■ TASK DESCRIPTION ■
Scan the entries that follow and work out how many lines contain "gets". Give the number and nothing else.

(Stored data)
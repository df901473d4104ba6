using PanelRound.Data;

namespace PanelRound.Web.Tests.Infrastructure;

/// <summary>
/// Base of every test class that runs on both providers: a concrete subclass per provider
/// names the collection. A test that starts the app with the default settings gets the
/// provider's shared host, emptied for it; a test that needs other settings, a database of its
/// own (a restart, the migrations) or a second app gets a host of its own on a new database.
/// Either way no test depends on another's data.
/// </summary>
public abstract class ProviderTests(IDatabaseFixture fixture) : IAsyncDisposable
{
    private readonly List<TestApp> _apps = [];

    private readonly HashSet<string> _sharedTaken = new(StringComparer.Ordinal);

    protected DatabaseProvider Provider => fixture.Provider;

    /// <summary>A connection string to a new, empty database that no app has touched yet.</summary>
    protected Task<string> NewDatabaseAsync() => fixture.NewDatabaseAsync();

    /// <summary>
    /// The app on an empty database: the shared host for these settings on the test's first call
    /// with them; a new host on a new database for a second app with the same settings, for the
    /// demo (see <see cref="StartDemoAsync"/> for the shared, read-only one), or on the database
    /// given (to test a restart).
    /// </summary>
    protected async Task<TestApp> StartAsync(IDictionary<string, string?>? settings = null, string? connectionString = null)
    {
        var key = string.Join('\n', (settings ?? new Dictionary<string, string?>()).OrderBy(kv => kv.Key, StringComparer.Ordinal).Select(kv => $"{kv.Key}={kv.Value}"));
        var demo = settings is not null && settings.TryGetValue("Demo:Enabled", out var enabled) && string.Equals(enabled, "true", StringComparison.OrdinalIgnoreCase);
        if (connectionString is null && !demo && _sharedTaken.Add(key))
        {
            return await fixture.SharedAppAsync(settings?.AsReadOnly());
        }
        var app = new TestApp(fixture.Provider, connectionString ?? await fixture.NewDatabaseAsync(), settings);
        _apps.Add(app);
        _ = app.Server;
        return app;
    }

    /// <summary>The shared host with the demo loaded; the test only reads (see <see cref="IDatabaseFixture.DemoAppAsync"/>).</summary>
    protected Task<TestApp> StartDemoAsync() => fixture.DemoAppAsync();

    public async ValueTask DisposeAsync()
    {
        foreach (var app in _apps)
        {
            await app.DisposeAsync();
        }
        GC.SuppressFinalize(this);
    }
}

■ PROBLEM SOLUTION ■
2